_TASK DESCRIPTION_.
Your answer should be the exact lines of the data below from the one containing "def _days(number: float)" through the one containing "rule of this"; please include nothing else.

_INFORMATION SHOWN_.
"""How an alert's numbers read: each with its unit, because one listing mixes rule kinds
(a correlation, a z threshold, a number of days, a CUSUM evidence).

Pure text formatting for the command line's tables; the stored numbers stay plain floats
(CSV and JSON keep them, with the rule kind beside them).
"""

from __future__ import annotations

import math

EMPTY = "-"
"""What a table shows for a number that is not there (never 'None' or 'nan')."""

_VALUE_UNIT = {"level": "corr", "basket": "corr", "group-average": "corr", "sign": "corr",
               "shift": "corr", "jump": "corr", "cusum": "corr", "stale": "days",
               "hedge": "ratio"}
"""The unit of an alert's value and peak, by rule kind."""

_THRESHOLD_UNIT = {"level": "corr", "basket": "corr", "group-average": "corr", "sign": "sign",
                   "shift": "|z|", "jump": "change", "cusum": "evidence", "stale": "days"}
"""The unit of the threshold a rule kind opens at: a correlation level, the sign change
(0), a |z| threshold, a change in correlation, a CUSUM evidence boundary, a count of days."""


def _missing(number: float | None) -> bool:
    return number is None or (isinstance(number, float) and math.isnan(number))


def _days(number: float) -> str:
    return "1 day" if number == 1 else f"{number:,.0f} days"


def with_unit(unit: str, number: float | None) -> str:
    """One number written with its unit: '+0.300 corr', '|z| 4.29', '3 days'."""
    if _missing(number):
        return EMPTY
    assert number is not None
    if unit == "corr":
        return f"{number:+.3f} corr"
    if unit == "days":
        return _days(number)
    if unit == "|z|":
        return f"|z| {abs(number):.2f}"
    if unit == "change":
        return f"change {abs(number):.3f} corr"
    if unit == "evidence":
        return f"evidence {number:.2f}"
    if unit == "sign":
        return "sign change"
    if unit == "ratio":
        return f"ratio {number:+.3f}"
    return f"{number:g}"


def value_text(kind: str, number: float | None) -> str:
    """An alert's value or peak with its unit."""
    return with_unit(_VALUE_UNIT.get(kind, ""), number)


def threshold_text(kind: str, number: float | None) -> str:
    """The threshold a rule of this kind opens at, with its unit."""
    return with_unit(_THRESHOLD_UNIT.get(kind, ""), number)
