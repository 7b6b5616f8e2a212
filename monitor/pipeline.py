"""The only module that wires the store to the computation.

The CLI and the scheduler call these functions; each opens what it needs from the store,
hands plain frames and arrays to the pure modules and writes the results back.
"""

from __future__ import annotations

import datetime as dt
import difflib
import time
from collections.abc import Callable, Sequence
from dataclasses import dataclass, field
from pathlib import Path
from zoneinfo import ZoneInfo

import numpy as np
import pandas as pd

from monitor.alerts import AlertBook, AlertEvent
from monitor.config import Settings
from monitor.engine import parse_measure, stream
from monitor.errors import ComoveError, ConfigError, IngestError
from monitor.evaluation import (
    AckLookup,
    DayEvents,
    Mute,
    Plan,
    make_plan,
    replay,
    scope_hash,
    stale_inputs,
)
from monitor.ingest import FileFormat, find_suspects, parse_closes, read_bytes
from monitor.returns import closes_to_returns
from monitor.rules import Rule, build_rules
from storage import Store, open_store
from storage import alerts as alerts_store
from storage import closes as closes_store
from storage import runs as runs_store

NEIGHBOUR_DAYS = 31
"""Calendar days either side of a file's dates read back to judge suspect moves."""


def desk_today(settings: Settings, now: dt.datetime | None = None) -> dt.date:
    """Today's date in the desk's time zone."""
    moment = now or dt.datetime.now(dt.UTC)
    return moment.astimezone(ZoneInfo(settings.desk.timezone)).date()


def open_settings_store(settings: Settings, *, create: bool = False) -> Store:
    store = open_store(settings.store_url, create=create)
    if create:
        with store.begin() as conn:
            closes_store.sync_instruments(conn, _instrument_rows(settings))
    return store


def _instrument_rows(settings: Settings) -> list[closes_store.InstrumentRow]:
    return [
        closes_store.InstrumentRow(i.symbol, i.name, i.group, i.currency, i.calendar)
        for i in settings.instruments
    ]
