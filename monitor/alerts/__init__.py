"""The alert book (lifecycle of alerts) and the replay of rules over the history."""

_TASK OUTPUT_.
def _days(number: float) -> str:
    return "1 day" if number == 1 else f"{number:,.0f} days"


def with_unit(unit: str, number: float | None) -> str:
    """One number written with its unit: '+0.300 corr', '|z| 4.29', '3 days'."""
    if _missing(number):
        return EMPTY
    assert number is not None
    if unit == "corr":
        return f"{number:+.3f} corr"
    if unit == "days":
        return _days(number)
    if unit == "|z|":
        return f"|z| {abs(number):.2f}"
    if unit == "change":
        return f"change {abs(number):.3f} corr"
    if unit == "evidence":
        return f"evidence {number:.2f}"
    if unit == "sign":
        return "sign change"
    if unit == "ratio":
        return f"ratio {number:+.3f}"
    return f"{number:g}"


def value_text(kind: str, number: float | None) -> str:
    """An alert's value or peak with its unit."""
    return with_unit(_VALUE_UNIT.get(kind, ""), number)


def threshold_text(kind: str, number: float | None) -> str:
    """The threshold a rule of this kind opens at, with its unit."""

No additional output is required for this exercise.